Up next: France. We stayed in Paris for several days, and spent a night in Nice. I would have loved to stay longer, but it's probably a good thing we left because France is ridiculously expensive. Other than the fact that I was selling my soul (and luckily not my body) for food and drink, the thing that struck me most about France was how incredibly pleasant and helpful everyone was. We have this stereotype in the States that the French are American-hating snobs, but really, the opposite couldn't have been more true. We had a lady stop us on the street and offer to help us find our way if we were lost (in English), and a street vendor who Alan was buying food from made a point of helping him and making sure he gave him the correct change.
People's kindness in France, however, was in stark contrast to the way we were treated in Germany and Austria. Of all the places we visited, we definitely encountered the most rudeness and the worst service in those two countries. (This could be because none of us could speak a whit of German even remotely well.) All of this was okay because of two things: 1) Both countries have excellent playgrounds, and I am a six-year-old child at heart, and 2) the fact that the Austrians have this dish called goulash, which is just fantastic, and the Germans of course have the Hofbrauhaus where you can order no less than a liter of beer at one time. Enough said.

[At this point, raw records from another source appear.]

"""The published JSON Schema of report definitions."""

from __future__ import annotations

from typing import Any

from service.definition.model import VERSION, ReportDefinition


def definition_schema() -> dict[str, Any]:
    schema = ReportDefinition.model_json_schema()
    schema["$schema"] = "https://json-schema.org/draft/2020-12/schema"
    schema["$id"] = f"https://plumbline.invalid/schema/report-definition-v{VERSION}.json"
    schema["title"] = f"Plumbline report definition, version {VERSION}"
    return schema
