"""Lay out a checked report's pack around charts that are already drawn.

:func:`content_for` turns the report (definition, tables, every check result) into the pack's
content; :func:`sizes` reads each drawn chart page's size; :func:`lay_out` lays the document out
with reportlab and places each chart page into its slot with pikepdf. This stage draws nothing,
creates no check result and keeps no cache: ``pipeline.render`` runs the sequence around it.
"""

from __future__ import annotations

import contextlib
import io
from collections.abc import Mapping

import pikepdf

from service import formatting
from service.assemble import appendix, figures, pack, place, tables
from service.assemble.appendix import counts_text
from service.assemble.pack import ChartBlock, PackContent, SectionBlock
from service.assemble.tables import TableBlock
from service.checks.outcome import Checked, CheckedChart
from service.checks.results import Status
from service.wording import say

Placement = Mapping[str, tuple[int, int]]
"""Where each chart was drawn, by chart id: (index of its file among the drawn PDFs, page)."""


def sizes(files: list[bytes], placement: Placement) -> dict[str, tuple[float, float]]:
    """Each drawn chart's page size in points (width, height), by chart id."""
    out: dict[str, tuple[float, float]] = {}
    with contextlib.ExitStack() as stack:
        opened = [stack.enter_context(pikepdf.open(io.BytesIO(f))) for f in files]
        for chart_id, (file, page) in placement.items():
            out[chart_id] = _size(opened[file].pages[page])
    return out


def lay_out(content: PackContent, files: list[bytes], placement: Placement) -> bytes:
    """The pack's PDF: the document laid out, each drawn chart page placed into its slot."""
    document, slots = pack.build(content)
    return place.place(document, slots, files, placement)


def _size(page: pikepdf.Page) -> tuple[float, float]:
    box = [float(v) for v in page.mediabox]
    return box[2] - box[0], box[3] - box[1]


def content_for(
    checked: Checked, sizes: Mapping[str, tuple[float, float]], *, status_line: str
) -> PackContent:
    definition = checked.definition
    report = definition.report
    locale = report.locale
    by_id = {c.plan.chart_id: c for c in checked.charts}
    shown = {t.plan.table_id: t.plan for t in checked.shown_tables}
    sections: list[SectionBlock] = []
    for section in definition.sections:
        blocks: list[ChartBlock | TableBlock] = []
        for chart in section.charts:
            blocks.append(_chart_block(by_id[chart.id], sizes[chart.id], locale))
        for table in section.tables:
            blocks.append(tables.block(shown[table.id], locale))
        sections.append(SectionBlock(section.heading, section.narrative, blocks))
    results = checked.results
    return PackContent(
        title=report.title,
        period=_period(checked, locale),
        as_of=formatting.moment(report.as_of, locale),
        owner=report.owner,
        audience=report.audience,
        status_line=status_line,
        summary_line=counts_text(results, locale),
        sections=sections,
        appendix=appendix.content(checked, locale),
        fingerprint=checked.fingerprint,
        report_id=report.id,
        locale=locale,
        figures=figures.headline(checked, locale),
    )


def _period(checked: Checked, locale: str) -> str:
    period = checked.definition.report.period
    if period.label:
        return period.label
    start, end = formatting.day(period.start, locale), formatting.day(period.end, locale)
    return say("cover.period_range", locale, start=start, end=end)


def _chart_block(chart: CheckedChart, size: tuple[float, float], locale: str) -> ChartBlock:
    line = counts_text(chart.results, locale)
    failed = [r.check for r in chart.results if r.status is Status.failed]
    if failed:
        line = f"{say('page.failed', locale, checks=', '.join(failed))} · {line}"
    return ChartBlock(
        chart_id=chart.plan.chart_id,
        title=chart.plan.title,
        subtitle=chart.plan.subtitle,
        note=chart.plan.note,
        width_pt=size[0],
        height_pt=size[1],
        check_line=line,
        source=chart.plan.source,
        description=chart.plan.description,
    )
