"""Shared settings of the fuzz tests: how many examples, how long a request may take.

Runs are bounded and repeatable: every fuzz test takes its settings from ``PROFILE``
(derandomised, no example database, no per-example deadline — a hang is caught by the
per-request timeout instead). ``PLUMBLINE_FUZZ_SCALE=10`` runs ten times the examples, and
``PLUMBLINE_FUZZ_RANDOM=1`` draws new ones on every run (for a longer hunt by hand).
"""

from __future__ import annotations

import os
import time
from concurrent.futures import TimeoutError as FutureTimeout
from typing import Any

import anyio
import httpx
import pytest
from anyio.from_thread import BlockingPortal
from hypothesis import HealthCheck, settings

SCALE = max(1, int(os.environ.get("PLUMBLINE_FUZZ_SCALE", "1")))

PROFILE = settings(
    deadline=None,
    database=None,
    derandomize=os.environ.get("PLUMBLINE_FUZZ_RANDOM") != "1",
    print_blob=True,
    suppress_health_check=[HealthCheck.too_slow, HealthCheck.data_too_large],
)

REQUEST_TIMEOUT_S = 60.0
"""No single request may take longer; a render that hangs fails the test instead of the run."""


def fuzz_settings(max_examples: int) -> settings:
    """The fuzz profile with ``max_examples`` (times ``PLUMBLINE_FUZZ_SCALE``)."""
    return settings(PROFILE, max_examples=max_examples * SCALE)


def report(config: pytest.Config, line: str) -> None:
    """Show a count of cases run in pytest's own output (also without ``-s``)."""
    reporter = config.pluginmanager.get_plugin("terminalreporter")
    capture = config.pluginmanager.get_plugin("capturemanager")
    if reporter is None or capture is None:
        return
    with capture.global_and_fixture_disabled():
        reporter.write_line(line)


class Api:
    """The app on an event loop of its own, reached over ASGI with httpx; every request is
    bounded by ``REQUEST_TIMEOUT_S``."""

    def __init__(self, portal: BlockingPortal, client: httpx.AsyncClient, key: str) -> None:
        self.portal, self.client = portal, client
        self.headers = {"Authorization": f"Bearer {key}"}

    def send(self, method: str, url: str, **kwargs: Any) -> httpx.Response:
        headers = {**self.headers, **kwargs.pop("headers", {})}

        async def bounded() -> httpx.Response:
            with anyio.fail_after(REQUEST_TIMEOUT_S):
                return await self.client.request(method, url, headers=headers, **kwargs)

        started = time.monotonic()
        future = self.portal.start_task_soon(bounded)
        try:
            response = future.result(timeout=REQUEST_TIMEOUT_S + 5)
        except (TimeoutError, FutureTimeout):
            pytest.fail(f"{method} {url} did not answer within {REQUEST_TIMEOUT_S:g} s")
        assert response.status_code < 500, (
            f"{method} {url} answered {response.status_code} after "
            f"{time.monotonic() - started:.1f} s: {response.text[:2000]}"
        )
        return response

    def post_json(self, url: str, body: bytes, **kwargs: Any) -> httpx.Response:
        headers = {"Content-Type": "application/json"}
        return self.send("POST", url, content=body, headers=headers, **kwargs)
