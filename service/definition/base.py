"""The base model and reusable constrained types for definition inputs.

Types are strict where JSON has a type of its own: a number is a JSON number (never ``"93.4"``), a
flag is ``true`` or ``false`` (never ``"yes"`` or ``1``), a whole number is written whole, and dates
and times are ISO 8601 text (never seconds). Dates lie where every period derived from them exists.
"""

from __future__ import annotations

from datetime import date, datetime
from typing import Annotated, Any, Literal

from pydantic import (
    AfterValidator,
    AwareDatetime,
    BaseModel,
    BeforeValidator,
    ConfigDict,
    StrictBool,
    StrictFloat,
    StrictInt,
    StringConstraints,
)
from pydantic_core import PydanticCustomError

Id = Annotated[
    str,
    StringConstraints(pattern=r"^[a-z0-9][a-z0-9_-]{0,63}$"),
]
"""Stable identifiers: lower-case letters, digits, ``-`` and ``_``; at most 64 characters."""

Name = Annotated[str, StringConstraints(min_length=1, max_length=200, strip_whitespace=True)]
"""A column or dataset name as it appears in the data."""

Label = Annotated[str, StringConstraints(min_length=1, strip_whitespace=True)]
"""Short human text (titles, headings). Length limits come from the configured ``Limits``."""

Text = Annotated[str, StringConstraints(strip_whitespace=True)]
"""Longer human text (narrative). Length limits come from the configured ``Limits``."""

Number = StrictFloat
"""A JSON number (an integer is a number too); text such as ``"93.4"`` is refused."""

Whole = StrictInt
"""A JSON whole number; ``8.0`` and ``"8"`` are refused."""

Flag = StrictBool
"""``true`` or ``false``; ``1`` and ``"true"`` are refused."""

EARLIEST = date(1678, 1, 1)
LATEST = date(2261, 12, 31)
"""Dates of a definition lie in these years: the clock the data is read on (pandas' nanosecond
timestamps, 1677-09-21 to 2262-04-11) holds every period derived from them, the one after the last
included."""


def _iso_text(kind: str) -> Any:
    """A check that a date (``kind`` 'date') or time ('datetime') is given as text."""

    def check(value: Any) -> Any:
        if not isinstance(value, str | date):  # JSON gives text; code may build with dates
            raise PydanticCustomError(
                f"{kind}_type",
                "a {what} is ISO 8601 text, not {kind}",
                {"what": "date" if kind == "date" else "time", "kind": _kind(value)},
            )
        return value

    return check


def _in_range(value: date) -> date:
    day = value.date() if isinstance(value, datetime) else value
    if not EARLIEST <= day <= LATEST:
        raise PydanticCustomError(
            "date_out_of_range",
            "the date lies outside {earliest} to {latest}",
            {"earliest": EARLIEST.isoformat(), "latest": LATEST.isoformat()},
        )
    return value


def _kind(value: Any) -> str:
    if isinstance(value, bool):
        return "true or false"
    if isinstance(value, int | float):
        return "a number"
    if isinstance(value, str):
        return "text"
    return "a list" if isinstance(value, list) else "an object" if value is not None else "null"


Day = Annotated[date, BeforeValidator(_iso_text("date")), AfterValidator(_in_range)]
"""A calendar date written as ISO 8601 text, within ``EARLIEST`` to ``LATEST``."""

Moment = Annotated[AwareDatetime, BeforeValidator(_iso_text("datetime")), AfterValidator(_in_range)]
"""A time with a zone written as ISO 8601 text, on a day within ``EARLIEST`` to ``LATEST``."""


def _exactly_one(value: Any) -> Any:
    if type(value) is not int:
        raise PydanticCustomError(
            "version_type", "the version is the whole number 1, not {kind}", {"kind": _kind(value)}
        )
    return value


Version = Annotated[Literal[1], BeforeValidator(_exactly_one)]
"""The definition's version, a JSON whole number (``true`` and ``1.0`` are refused)."""


class Input(BaseModel):
    """Every definition model: unknown fields are refused, and parsed inputs never change."""

    model_config = ConfigDict(
        extra="forbid", frozen=True, str_strip_whitespace=True, allow_inf_nan=False
    )
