class MeasurementImporter:
    """Streams measured points into the store, chunk by chunk, in one transaction.

    Each chunk is validated completely. Chunks are written only while no
    problem has been found anywhere; once one is, the rest of the file is
    still validated (so every problem is reported) and :meth:`finish` raises,
    which rolls the whole transaction back: nothing is written.
    """

    def __init__(
        self,
        session: Session,
        *,
        source: str,
        default_k_units: str | None = None,
        dry_run: bool = False,
        progress: Progress | None = None,
        problems: v.Problems | None = None,
        expected_rows: int = 0,
    ):
        self.session = session
        self.source = source
        self.dry_run = dry_run
        self.progress = progress or NoProgress()
        self.problems = problems if problems is not None else v.Problems()
        self.rows = 0
        self.points = 0
        known = set(session.scalars(select(MeasurementSet.name)))
        self.validator = v.MeasurementValidator(
            LazyReactionResolver(session),
            lambda names: known.intersection(names),
            self.problems,
            default_k_units=default_k_units,
        )
        self._set_ids: list[int] = []
        self._expected_rows = expected_rows
        self._point_index: SuspendedIndex | None = None
        # a savepoint makes the import all-or-nothing even inside a caller's larger transaction
        self._savepoint = session.begin_nested()
        self.progress.start("importing points", expected_rows)

    def add(self, columns: Mapping[str, Sequence[str]], lines: Sequence[int]) -> None:
        """Validate (and, while the input is clean, write) one chunk of rows."""
        chunk = self.validator.validate_chunk(columns, lines)
        self.rows += len(lines)
        if not self.problems and not self.dry_run:
            self._write(chunk)
        self.points += chunk.n_points
        self.progress.advance(len(lines))

    def _write(self, chunk: v.MeasurementChunk) -> None:
        import numpy as np

        session = self.session
        if chunk.new_sets:
            now = db_timestamp(session)
            set_ids = insert_returning_ids(
                session,
                "measurement_set",
                (
                    "name",
                    "reaction_id",
                    "reference",
                    "method",
                    "bath_gas",
                    "original_k_units",
                    "source_file",
                    "created_at",
                ),
                [
                    (
                        s.name,
                        s.reaction.id,
                        s.reference,
                        s.method,
                        s.bath_gas,
                        s.k_units,
                        self.source,
                        now,
                    )
                    for s in chunk.new_sets
                ],
            )
            for record, set_id in zip(chunk.new_sets, set_ids, strict=True):
                record.id = set_id
            self._set_ids.extend(set_ids)
        # chunks are written in order while the input is clean, so the ids line
        # up with the validator's sets
        point_set_ids = np.asarray(self._set_ids, dtype=np.int64)[chunk.set_index].tolist()

        columns = ["set_id", "temperature", "rate_constant"]
        values = [point_set_ids, chunk.temperature.tolist(), chunk.rate_constant.tolist()]
        for name, array in (
            ("relative_uncertainty", chunk.relative_uncertainty),
            ("pressure", chunk.pressure),
        ):
            missing = np.isnan(array)
            if missing.all():
                continue  # binding a million NULLs costs a fifth of the insert
            listed = array.tolist()
            columns.append(name)
            values.append([None if x != x else x for x in listed] if missing.any() else listed)
        if self._point_index is None:
            self._point_index = SuspendedIndex(session, "point", "ix_point_set_id")
            if SuspendedIndex.worth_it(session, "point", self._expected_rows):
                self._point_index.drop()
        insert_rows(session, "point", columns, zip(*values, strict=True))

    def finish(self) -> ImportSummary:
        if self.problems:
            self._savepoint.rollback()  # brings a suspended index back too
            _raise_problems(self.source, self.problems)
        if self._point_index is not None:
            self._point_index.restore()
        self._savepoint.commit()
        sets = len(self.validator.sets)
        if not self.dry_run and self.points:
            audit.record(self.session, "data.import", self.source, sets=sets, points=self.points)
        return ImportSummary(
            "measurements", self.source, self.rows, self.points, self.dry_run, {"sets": sets}
        )


def import_measurements(
    session: Session,
    columns: Mapping[str, Sequence[str]],
    lines: Sequence[int],
    *,
    source: str,
    default_k_units: str | None = None,
    dry_run: bool = False,
    progress: Progress | None = None,
) -> ImportSummary:
    """Validate and add measured points given column-wise; all or nothing.

    ``columns`` maps each measurement column of the README to its cell texts
    ("" when empty); ``lines`` gives each row's line in the source.
    """
    importer = MeasurementImporter(
        session,
        source=source,
        default_k_units=default_k_units,
        dry_run=dry_run,
        progress=progress,
        expected_rows=len(lines),
    )
    importer.add(columns, lines)
    return importer.finish()


def import_expressions(
    session: Session,
    rows: list[tuple[int | None, Mapping[str, str | None]]],
    *,
    source: str,
    dry_run: bool = False,
    progress: Progress | None = None,
) -> ImportSummary:
    """Validate and add literature or hand-entered expressions; all or nothing."""
    progress = progress or NoProgress()
    progress.start("validating expressions", len(rows))
    problems = v.Problems()
    records = v.validate_expressions(rows, LazyReactionResolver(session), problems)
    progress.advance(len(rows))
    _raise_problems(source, problems)
    if not dry_run and records:
        author = session.info.get("author")
        session.execute(
            insert(Expression),
            [
                {
                    "reaction_id": r.reaction.id,
                    "origin": r.origin,
                    "A": r.A,
                    "n": r.n,
                    "Ea": r.Ea,
                    "t_min": r.t_min,
                    "t_max": r.t_max,
                    "uncertainty_factor": r.uncertainty_factor,
                    "reference": r.reference,
                    "provenance": {
                        "source_file": source,
                        "line": r.line,
                        "given_units": r.given_units,
                    },
                    "recommended": False,
                    "created_by": author,
                }
                for r in records
            ],
        )
        audit.record(session, "expressions.import", source, count=len(records))
    complete = sum(1 for r in records if r.A is not None)
    return ImportSummary(
        "expressions",
        source,
        len(rows),
        len(records),
        dry_run,
        {"complete": complete, "activation_energy_only": len(records) - complete},
    )
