@pytest.mark.parametrize(
    ("A_half", "E0", "T_ref", "source"),
    [
        (
            4.2e7,
            0.0,
            298.15,
            "README, Estimates and steric factors: A = A_half sqrt(T_ref) e^(1/2), Ea = E0 + R T_ref/2",
        ),
        (1.3e5, 35e3, 1000.0, "README, Estimates and steric factors"),
        (2.0e6, -4e3, 220.0, "README, Estimates and steric factors"),
    ],
)
def test_half_order_and_arrhenius_forms_agree_at_t_ref(A_half, E0, T_ref, source):
    A, Ea = half_order_to_arrhenius(A_half, E0, T_ref)
    k_half = arrhenius.modified_arrhenius(T_ref, A_half, 0.5, E0)
    k_two = arrhenius.arrhenius(T_ref, A, Ea)
    assert k_two == pytest.approx(k_half, rel=1e-12)
    # Local Ea of the half-order form is E0 + R T/2 (Ea_local = Ea + n R T).
    assert Ea == pytest.approx(arrhenius.local_activation_energy(T_ref, 0.5, E0), rel=1e-12)
    back_A_half, back_E0 = arrhenius_to_half_order(A, Ea, T_ref)
    assert back_A_half == pytest.approx(A_half, rel=1e-12)
    assert back_E0 == pytest.approx(E0, rel=1e-12, abs=1e-9)


# --- steric factors and limits -----------------------------------------------


def test_derived_steric_factor_recovers_p_and_keeps_p_above_one():
    # P = k / (z exp(-E0/RT)) with E0 = Ea - RT/2 (README, Estimates and steric factors); P > 1 is not clipped.
    T = np.array([300.0, 300.0])
    z = np.array([1.6e8, 1.6e8])
    P = np.array([3e-3, 4.0])
    E0 = 12e3
    k = collision_theory_rate_constant(T, P, z, E0)
    Ea = E0 + 0.5 * R * T
    np.testing.assert_allclose(derived_steric_factor(k, Ea, T, z), P, rtol=1e-12)


@pytest.mark.parametrize(
    ("a", "b", "A_cm3", "E_over_R", "P2", "source"),
    [
        # JPL 19-5 rate expressions (from memory); Svehla sigma for OH and O (from memory,
        # uncertain); P2 = A_loc / (sqrt(e) sigma c) from REFERENCE-CHECKS s9.
        (("OH", 3.147e-10, 17.007e-3), ("CH4", 3.758e-10, 16.043e-3), 2.45e-12, 1775.0, 4.5e-3,
         "JPL 19-5 (from memory); REFERENCE-CHECKS s9"),
        (("OH", 3.147e-10, 17.007e-3), ("H2", 2.827e-10, 2.016e-3), 2.8e-12, 1800.0, 3.2e-3,
         "JPL 19-5 (from memory); REFERENCE-CHECKS s9"),
        (("O", 3.050e-10, 15.999e-3), ("O3", 4.100e-10, 47.998e-3), 8.0e-12, 2060.0, 1.7e-2,
         "JPL 19-5 (from memory); REFERENCE-CHECKS s9"),
    ],
)  # fmt: skip
def test_steric_factors_of_evaluated_reactions(a, b, A_cm3, E_over_R, P2, source):
    T = 298.0
    z = collision_rate_constant(T, a[1], b[1], a[2], b[2])
    k = arrhenius.arrhenius(T, A_cm3 * 1e-6 * N_A, E_over_R * R)
    P = derived_steric_factor(k, E_over_R * R, T, z)
    assert 0.0 < P <= 1.0  # REFERENCE-CHECKS s9: every listed reaction has 0 < P <= 1
    assert pytest.approx(P2, rel=0.05) == P  # printed to 2 significant digits
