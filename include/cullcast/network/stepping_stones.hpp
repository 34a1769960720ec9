#pragma once
// Most-probable stepping-stone routes into chosen sink reefs: for every other
// reef, the path maximising the product of link probabilities (Dijkstra on
// edge length −ln p), with its probability and the reefs it passes.
#include <filesystem>
#include <string>
#include <vector>

#include "cullcast/network/network_graph.hpp"

namespace cullcast::network {

struct SteppingStoneRoute {
  int from = -1, to = -1;    // reef indices (row = source, column = sink orientation of P)
  double probability = 0;    // product of the link probabilities along the path
  std::vector<int> reefs;    // from ... to
};

// Routes from every reef to each reef in `sinks` (skipping from == to and
// unreachable pairs), ordered by sink, then by decreasing probability.
std::vector<SteppingStoneRoute> stepping_stone_routes(const SparseMatrix& p,
                                                      const std::vector<int>& sinks);

// stepping_stones.csv: source_id,sink_id,path_probability,stones,path
// (`stones` = reefs strictly between the two; `path` = ids joined by " > ").
void write_stepping_stones_csv(const std::filesystem::path& path,
                               const std::vector<std::string>& reef_ids,
                               const std::vector<SteppingStoneRoute>& routes);

}  // namespace cullcast::network
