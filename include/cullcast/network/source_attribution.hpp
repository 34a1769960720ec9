#pragma once
// CONTRACT. Where did the settlers on a sink reef come from? Bayes' rule over
// column j of the connectivity matrix (row i = source, column j = sink):
//   Pr(origin i | settled on j) = L_i P_ij / sum_k L_k P_kj,
// the prior on origins being the larval output L_i of each source (an input;
// equal outputs make it P_ij / sum_k P_kj). Computed from the ensemble-mean
// matrix, and per event for the spread (mean, sd, min, max over the events in
// which any larva reached the sink).
#include <string>
#include <vector>

#include "cullcast/network/connectivity_matrix.hpp"

namespace cullcast::network {

struct OriginShare {
  int source = 0;             // row index (source)
  double share = 0;           // from the ensemble-mean matrix; shares sum to 1
  double event_mean = 0, event_sd = 0, event_min = 0, event_max = 0;  // across events
};

struct Attribution {
  std::string sink_id;       // as asked (a reef id or an aggregation id)
  int sink = -1;             // reef (column) index
  int events_with_settlers = 0;
  std::vector<OriginShare> origins;  // ranked by share, largest first; zero shares left out
};

// `sink_id` is a reef id, or the id of an aggregation source (its reef is
// used). Throws InputError when the id is unknown or the aggregation lies on
// no reef. `output` holds L_i per source.
Attribution attribute_sink(const Connectivity& c, const std::string& sink_id,
                           const std::vector<double>& output);

}  // namespace cullcast::network
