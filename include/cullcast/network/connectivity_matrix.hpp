#pragma once
// CONTRACT. Connectivity matrices built from the drift stage's settlement
// records, one per spawning event, sparse throughout.
//
// ORIENTATION (everywhere in this module): row i = SOURCE (where larvae were
// released), column j = SINK (reef they settled on).
//   count(i,j)       particles from source i that settled on reef j
//   settled(i,j)     larvae those particles represent (sum of record weights;
//                    equals count unless mortality acts on weights)
//   probability(i,j) P_ij = settled(i,j) / released_i
// Each row of P sums to at most 1 (the rest died, stranded, left or drifted).
//
// Sources are the settlement file's sources (reefs, then aggregations); sinks
// are its reefs. The square reef-to-reef matrix keeps the reef sources only.
#include <cstdint>
#include <filesystem>
#include <string>
#include <vector>

#include <Eigen/SparseCore>

#include "cullcast/drift/settlement_log.hpp"

namespace cullcast::network {

using SparseMatrix = Eigen::SparseMatrix<double, Eigen::RowMajor>;

struct EventMatrices {
  SparseMatrix count;        // particles, sources x sinks
  SparseMatrix settled;      // larvae represented, sources x sinks
  SparseMatrix probability;  // dimensionless, sources x sinks
  std::vector<std::int64_t> released;  // particles released per source
};

struct Connectivity {
  std::vector<std::string> source_ids;
  std::vector<std::uint8_t> source_kinds;   // 0 reef, 1 aggregation
  std::vector<std::int32_t> source_reefs;   // reef (sink) index of each source, or -1
  std::vector<std::string> sink_ids;        // reef ids
  std::vector<std::string> event_labels;
  std::vector<EventMatrices> events;

  std::size_t sources() const { return source_ids.size(); }
  std::size_t sinks() const { return sink_ids.size(); }
};

// Builds the per-event matrices. `file` names the settlement file in messages.
// Throws InputError when a record points outside the tables, or a source has
// more settlers than it released.
Connectivity build_connectivity(const drift::SettlementData& data,
                                const std::filesystem::path& file);

// Realised matrix: row i of P scaled by the larval output L_i of source i,
// R = diag(L) P, so R_ij is the expected number of larvae (in L's units) from
// i settling on j. L has one entry per row of P. The network module does not
// compute L: the caller supplies it (surveyed adults for now).
SparseMatrix realised_matrix(const SparseMatrix& probability, const std::vector<double>& output);

// Reef-to-reef probability matrix (reefs x reefs) of one event: row r pools
// every reef-kind source lying on reef r (settled and released summed).
// Reefs without a reef source have an empty row.
SparseMatrix reef_probability(const Connectivity& c, std::size_t event);

// Per-reef larval output from per-source output: the reef sources' values.
std::vector<double> reef_output(const Connectivity& c, const std::vector<double>& source_output);

// Sum of each row (settlement success of each source).
std::vector<double> row_sums(const SparseMatrix& m);

}  // namespace cullcast::network
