// Velocity of every lane at offsets (px, py) from its origin, from one
// stage slice, bilinear in space, 0 off the grid (as CurrentField::sample()).
template <bool Wrap, int Width>
[[gnu::always_inline]] inline void velocity(const Grid& g, const float* uv, const Origin& o,
                                            const float* __restrict px, const float* __restrict py,
                                            float* __restrict u, float* __restrict v) noexcept {
  const Grid local = g;  // a copy the stores below cannot alias (keeps it in registers)
  const auto nx = static_cast<std::uint32_t>(local.nx);
  alignas(64) std::uint32_t south[kLanes], north[kLanes];  // offsets of the cell's rows in uv
  alignas(64) float wx[kLanes], wy[kLanes];                // fractions across the cell
  alignas(64) std::uint32_t keep[kLanes];                  // 1 on the grid
  for (int l = 0; l < kLanes; ++l) {
    std::int32_t i, j;
    float fx, fy;
    std::int32_t in_x;
    if constexpr (Wrap) {
      in_x = axis_cell_wrapped<Width>(local, o.i[l], px[l], i, fx);
    } else {
      in_x = axis_cell<Width>(o.i[l], px[l], local.nx, i, fx);
    }
    const std::int32_t inside = in_x & axis_cell<Width>(o.j[l], py[l], local.ny, j, fy);
    i = inside ? i : 0;
    j = inside ? j : 0;
    // Unsigned 32-bit offsets: they widen to addresses without SSE4.1.
    south[l] = 2 * (static_cast<std::uint32_t>(j) * nx + static_cast<std::uint32_t>(i));
    north[l] = south[l] + 2 * nx;
    wx[l] = inside ? fx : 0.0f;
    wy[l] = inside ? fy : 0.0f;
    keep[l] = static_cast<std::uint32_t>(inside);
  }
  Corners c;
  row_corners<Width>(uv, south, c.u00, c.v00, c.u10, c.v10);
  row_corners<Width>(uv, north, c.u01, c.v01, c.u11, c.v11);
  for (int l = 0; l < kLanes; ++l) {
    const float gx = wx[l], gy = wy[l];
    const float w00 = (1 - gx) * (1 - gy), w10 = gx * (1 - gy), w01 = (1 - gx) * gy, w11 = gx * gy;
    const float uu = w00 * c.u00[l] + w10 * c.u10[l] + w01 * c.u01[l] + w11 * c.u11[l];
    const float vv = w00 * c.v00[l] + w10 * c.v10[l] + w01 * c.v01[l] + w11 * c.v11[l];
    u[l] = keep_or_zero(keep[l] != 0, uu);
    v[l] = keep_or_zero(keep[l] != 0, vv);
  }
}
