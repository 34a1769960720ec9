#pragma once
// CONTRACT. Metrics per reef from a square reef-to-reef probability matrix P
// (row i = source reef, column j = sink reef) and the reefs' larval outputs L
// (an input, e.g. surveyed adults; equal outputs when unknown).
// Definitions: Botsford et al. (2009), "Connectivity and resilience of coral
// reef metapopulations in marine protected areas", Coral Reefs 28:327-337;
// Burgess et al. (2014), Ecol. Appl. 24:257-270.
//   local retention     LR_i = P_ii
//   self-recruitment    SR_i = L_i P_ii / sum_k L_k P_ki   (NaN when nothing settles on i)
//   settlement success  S_i  = sum_j P_ij
//   export strength     E_i  = sum_{j != i} L_i P_ij   (larvae, units of L)
//   import strength     I_i  = sum_{k != i} L_k P_ki   (larvae, units of L)
//   out/in degree, betweenness, strong components, k-generation reach:
//   network_graph.hpp, on links with P >= threshold.
// Role (this project's rule, common practice, no source):
//   "isolated" when E_i + I_i = 0, "source" when E_i >= 2 I_i,
//   "sink" when I_i >= 2 E_i, otherwise "exchange".
#include <string>
#include <vector>

#include "cullcast/network/connectivity_matrix.hpp"

namespace cullcast::network {

struct ReefMetrics {
  double local_retention = 0;     // dimensionless
  double self_recruitment = 0;    // dimensionless, NaN when no settlers
  double settlement_success = 0;  // dimensionless
  double export_strength = 0;     // larvae (units of L)
  double import_strength = 0;     // larvae (units of L)
  int out_degree = 0, in_degree = 0;
  double betweenness = 0;
  int component = 0, component_size = 0;
  int reach = 0;                  // k-generation reach
  std::string role;
};

struct MetricOptions {
  double threshold = 1e-3;  // link probability counted as an edge
  int generations = 3;      // k of the reach
};

std::vector<ReefMetrics> reef_metrics(const SparseMatrix& p, const std::vector<double>& output,
                                      const MetricOptions& options);

// The role rule above, on its own (tested separately).
std::string reef_role(double export_strength, double import_strength);

}  // namespace cullcast::network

Italy was the last and final victim of our lingual incompetence, and this was probably a good thing. Within 30 minutes of arriving in Rome, Kat got her watch lifted off her wrist, I got groped by a dirty man in the bus station and we watched another guy on a bus almost get robbed by a "gypsy" woman. I also had several rather important articles of clothing stolen while in Florence (ladies, if you think bra shopping in the States is a pain, try it in a foreign country where you don't know the language). Finally, when we tried to go see Pompeii, we were informed (quite calmly, I might add) that such a trip would not be possible because of a "bomba" in the connecting train station. Excellent. I had really always wanted to be in a foreign country with a bomb threat. Really, though, I don't want to give the wrong impression; Italy wasn't all bad. The bad stories are just the most entertaining. For a more complete picture of the trip, including all stories/anecdotes unfit to print in a widely read University publication, just ask!
It seemed like a good idea at the time, and it definitely was. We certainly made our share of mistakes at the time (one major tip: check train schedules early and often, and know which ones you have to pay extra for!), but I had the time of my life, and I wouldn't trade that month spent exploring Europe with three great friends for anything.
So, to sum up, I'll steal The Cavalier Daily's Hoos/Boos:
Hoos: laid back attitudes, lowered drinking ages, cheap beer, beer/lemon Fanta mix (it's good, I swear!) topless beaches, ice cream/gelato stands on every block in Austria, Germany and Italy.
Boos: paying for bathrooms, paying for water, carbonated water, birds pooping on your head in Paris train stations, graffiti everywhere in Italy, the fact that everyone doesn't get the opportunity to experience such an amazing trip!